In a randomized 2 × 2 crossover trial, 22 adult patients (> 18 years old) were assessed during one of the first days after surgery in the spring of 2022 at Örebro University Hospital, Sweden. Exercises involving five bilateral upper limb elevations, performed either with simultaneous deep breathing (ROM-DB) or without (ROM), while sitting in an upright position at the edge of the bed, were evaluated. Peripheral oxygen saturation (Rad-5v; Masimo, Irvine, USA) was the primary outcome. Tidal volume and respiratory rate were recorded continuously during the exercises (Spiropalm; Cosmed, Rome, Italy). Heart rate, pain, exertion and dyspnoea were evaluated before and after the exercises.

Results

Both ROM-DB and ROM momentarily increased peripheral oxygen saturation (+ 1% ± 1, p = 0.004 and + 1% ± 1, p < 0.001, respectively), with no significant differences between these exercises (p = 0.525). ROM-DB significantly increased the VT compared with ROM (798 ± 316 vs. 602 mL ± 176, p = 0.004). However, ROM-DB induced more pronounced pain (p = 0.012), exertion (p = 0.035) and dyspnoea (p = 0.013) than ROM.

Conclusions

Upper limb elevations improved oxygenation momentarily, both performed with and without simultaneous deep breathing, with no significant differences between these exercises. The additive deep breathing improved tidal volume compared with upper limb elevations alone, but induced more pain, exertion and dyspnoea during the performance of exercise.

Trial registration

ClinicalTrials.gov (NCT05278819).

Peer Review reports

Background

Cardiac surgical procedures are performed with the aim of prolonging life and improving quality of life. In the early postoperative period, side effects such as pain [1,2,3], fear of movement [1] and impaired lung function [4,5,6,7] are common.
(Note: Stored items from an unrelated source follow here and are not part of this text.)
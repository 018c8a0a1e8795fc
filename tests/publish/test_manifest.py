"""The typed manifest: a document round-trips, a wrong or damaged one is refused with a reason."""

from __future__ import annotations

import json
from pathlib import Path

import pytest

from dossier.publish.manifest import MANIFEST_FORMAT, InputRecord, Manifest, ManifestError, MethodRecord, new_manifest


def _manifest() -> Manifest:
    return new_manifest(
        build_time="2026-01-01 00:00 UTC",
        python="3.11.7",
        settings={"monte_carlo": {"draws": 1000, "seed": 7}},
        inputs=(InputRecord("methods/a.yaml", "a" * 64, 120, "method"),),
        methods=(MethodRecord("a", "2", "methods/a.yaml", "a" * 64, "k" * 64),),
        outputs={"b.txt": ("b" * 64, 3), "a.txt": ("c" * 64, 5)},
    )


def test_a_manifest_round_trips_through_its_bytes(tmp_path: Path) -> None:
    m = _manifest()
    (tmp_path / "manifest.json").write_bytes(m.to_bytes())
    again = Manifest.read(tmp_path)
    assert again == m
    assert [o.path for o in again.outputs] == ["a.txt", "b.txt"]  # sorted by path
    assert json.loads(m.to_bytes())["format"] == MANIFEST_FORMAT


def test_a_folder_without_a_manifest_is_not_a_dossier(tmp_path: Path) -> None:
    with pytest.raises(ManifestError, match=r"is not a built dossier \(no manifest.json\)"):
        Manifest.read(tmp_path)


def test_another_format_and_a_damaged_manifest_are_refused_with_the_reason(tmp_path: Path) -> None:
    doc = _manifest().to_document()
    with pytest.raises(ManifestError, match="expected format 'ph-dossier-manifest/1'; got 'other/1'"):
        Manifest.from_document({**doc, "format": "other/1"})
    del doc["outputs"]
    with pytest.raises(ManifestError, match="incomplete or malformed: KeyError"):
        Manifest.from_document(doc)
    (tmp_path / "manifest.json").write_text("{not json", encoding="utf-8")
    with pytest.raises(ManifestError, match="cannot read"):
        Manifest.read(tmp_path)
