/* Panelwright: spreadsheet-style entry in the circuit grid (our own script; htmx does the saving).
 *
 * Enter moves to the same field of the next circuit down the same column (Shift+Enter: up);
 * at the bottom of the left column it continues at the top of the right one.  Leaving a field
 * fires "change", on which htmx posts the circuit.  After a successful save the circuit's old
 * error marks are cleared (the server re-renders only the edited cell, so a neighbour being
 * typed into is never overwritten).
 */
(function () {
  "use strict";

  function columnCells(field) {
    var grid = document.getElementById("circuit-grid");
    if (!grid) return [];
    var all = Array.prototype.slice.call(grid.querySelectorAll('[data-col="' + field + '"]'));
    all = all.filter(function (el) { return !el.disabled && el.offsetParent !== null; });
    all.sort(function (a, b) {
      var sa = a.getAttribute("data-side"), sb = b.getAttribute("data-side");
      if (sa !== sb) return sa === "L" ? -1 : 1;
      return Number(a.getAttribute("data-slot")) - Number(b.getAttribute("data-slot"));
    });
    return all;
  }

  document.addEventListener("keydown", function (ev) {
    var el = ev.target;
    if (ev.key !== "Enter" || !el || !el.getAttribute || !el.getAttribute("data-col")) return;
    ev.preventDefault();
    var cells = columnCells(el.getAttribute("data-col"));
    var i = cells.indexOf(el);
    var next = cells[i + (ev.shiftKey ? -1 : 1)];
    if (next) {
      next.focus();
      if (next.select) next.select();
    } else {
      el.blur(); // end of the column: still save
    }
  });

  document.addEventListener("htmx:afterRequest", function (ev) {
    var el = ev.detail && ev.detail.elt;
    if (!el || !el.getAttribute || !el.getAttribute("data-slot")) return;
    if (ev.detail.xhr && ev.detail.xhr.status === 200) {
      var slot = el.getAttribute("data-slot");
      document.querySelectorAll('[id^="td-s' + slot + '-"].invalid').forEach(function (td) {
        td.classList.remove("invalid");
        td.querySelectorAll(".msg").forEach(function (m) { m.remove(); });
        td.querySelectorAll("[aria-invalid]").forEach(function (i) { i.removeAttribute("aria-invalid"); });
      });
    }
  });
})();
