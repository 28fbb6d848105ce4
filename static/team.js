/* Panelwright: the CSRF token for forms (our own script).
 *
 * htmx requests carry the token from hx-headers on <body>.  Plain forms carry it as a hidden
 * "csrf_token" input: templates put one in; this script adds it to any POST form that lacks
 * one (forms rendered later by htmx included), reading the token from <meta name="csrf-token">.
 */
(function () {
  "use strict";
  function token() {
    var m = document.querySelector('meta[name="csrf-token"]');
    return m ? m.getAttribute("content") : "";
  }
  function arm(root) {
    var forms = (root || document).querySelectorAll('form[method="post"], form[method="POST"]');
    Array.prototype.forEach.call(forms, function (f) {
      if (f.querySelector('input[name="csrf_token"]')) return;
      var i = document.createElement("input");
      i.type = "hidden";
      i.name = "csrf_token";
      i.value = token();
      f.appendChild(i);
    });
  }
  document.addEventListener("DOMContentLoaded", function () { arm(document); });
  document.addEventListener("submit", function (ev) { if (ev.target && ev.target.parentNode) arm(ev.target.parentNode); }, true);
  document.addEventListener("htmx:load", function (ev) { arm(ev.target && ev.target.querySelectorAll ? ev.target : document); });
})();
Atelectasis, pulmonary oedema and hypoxemia may arise, and impairment of lung function can persist for a long period postoperatively [8,9,10,11]. Due to the median sternotomy, impaired thoracic mobility may be present and range of motion exercises (ROM) are therefore commonly prescribed after the surgery [11, 12]. Data on the use of upper-body exercises protocols following cardiac surgery are sparse [13].

Postoperative physiotherapy, including early mobilization and breathing exercises, is part of standard care during the first days after cardiac surgery, mainly aimed at preventing postoperative complications, improving lung function and postoperative physical recovery [12, 14,15,16]. Deep breathing exercises are recommended during the first postoperative period to enhance recovery of pulmonary function [17,18,19,20]. Thoracic and upper extremity ROM exercises, usually initiated during the in-hospital stay and proceeding through the outpatient period of rehabilitation, are part of standard treatment as well [12, 14,15,16]. Data are scarce on the effect of upper extremity exercises on lung function after open heart surgery, however one study of a Pilates program with a follow-up on the day of hospital discharge, has shown improved maximal inspiratory pressure but no significant effect on maximal expiratory pressure, vital capacity or peak expiratory flow [21].
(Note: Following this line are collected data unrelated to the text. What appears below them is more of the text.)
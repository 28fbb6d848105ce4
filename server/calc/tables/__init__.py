"""Published tables as data, each file citing its source and edition.

(The loaders here are filled in by the tables work; ``conductor_sizes`` is used by the
project-file parser to check typed sizes.)
"""

from __future__ import annotations

CONDUCTOR_SIZES: tuple[str, ...] = (
    "14", "12", "10", "8", "6", "4", "3", "2", "1", "1/0", "2/0", "3/0", "4/0",
    "250", "300", "350", "400", "500", "600", "700", "750", "800", "900", "1000",
)


def conductor_sizes() -> tuple[str, ...]:
    """Conductor sizes in ascending order (AWG then kcmil), as in NFPA 70 Table 310.16."""
    return CONDUCTOR_SIZES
No previous study has been found investigating the effects on lung function of combining ROM exercises and deep breathing after surgery. The aim of this study was to evaluate the immediate effect of upper limb elevations, with and without deep breathing, on lung function after cardiac surgery. The hypotheses were that upper limb elevations increase oxygenation and tidal volume (VT), and that simultaneous deep breathing would further improve lung function.

Methods

Study design and study population

This study was conducted as a single center, randomized study with a 2 × 2 crossover design. Patients ≥ 18 years scheduled for coronary artery bypass grafting (CABG), aortic (AVR) or mitral valve replacement/repair (MVR) or combined CABG and valve surgery, at Örebro University Hospital in Örebro, Sweden, from March to May 2022 were eligible for inclusion. The patients were consecutively included and assessed on the earliest day possible between postoperative day two and four during weekdays when the principal investigator (MR) was on duty. Only patients requiring oxygen supplementation with a fraction of inspired oxygen (FiO2) less than 40% to maintain peripheral oxygen saturation (SpO2) at or above 92% were included. Patients who experienced complications necessitating prolonged immobilization or intubation in the intensive care unit were not included in this study. These complications could include severe infections, respiratory failure, or other critical conditions that required extended ICU care, making them ineligible to participate in the research.

Other exclusion criteria were re-do surgeries, cognitive inability to perform exercises and/or measurements (arbitrarily assessed by the physiotherapist at the ward) or inability to communicate in Swedish.

Surgery and postoperative care

All patients received general anesthesia and cardiopulmonary bypass during surgery. Median sternotomy was used as surgical approach. For patients undergoing CABG, saphenous vein grafts were mostly used, and the internal mammary artery was used whenever required. During anesthesia and following surgery, oxygen at 40–80% was provided. Drainage was applied to the pericardium and mediastinum and occasionally one or both pleurae, usually for less than 24 h after surgery. In accordance with standard routines for postoperative pain management at the thoracic surgery ward, patients received paracetamol (1 g four times daily) and oxycodone (5–10 mg twice daily and supplementary if needed).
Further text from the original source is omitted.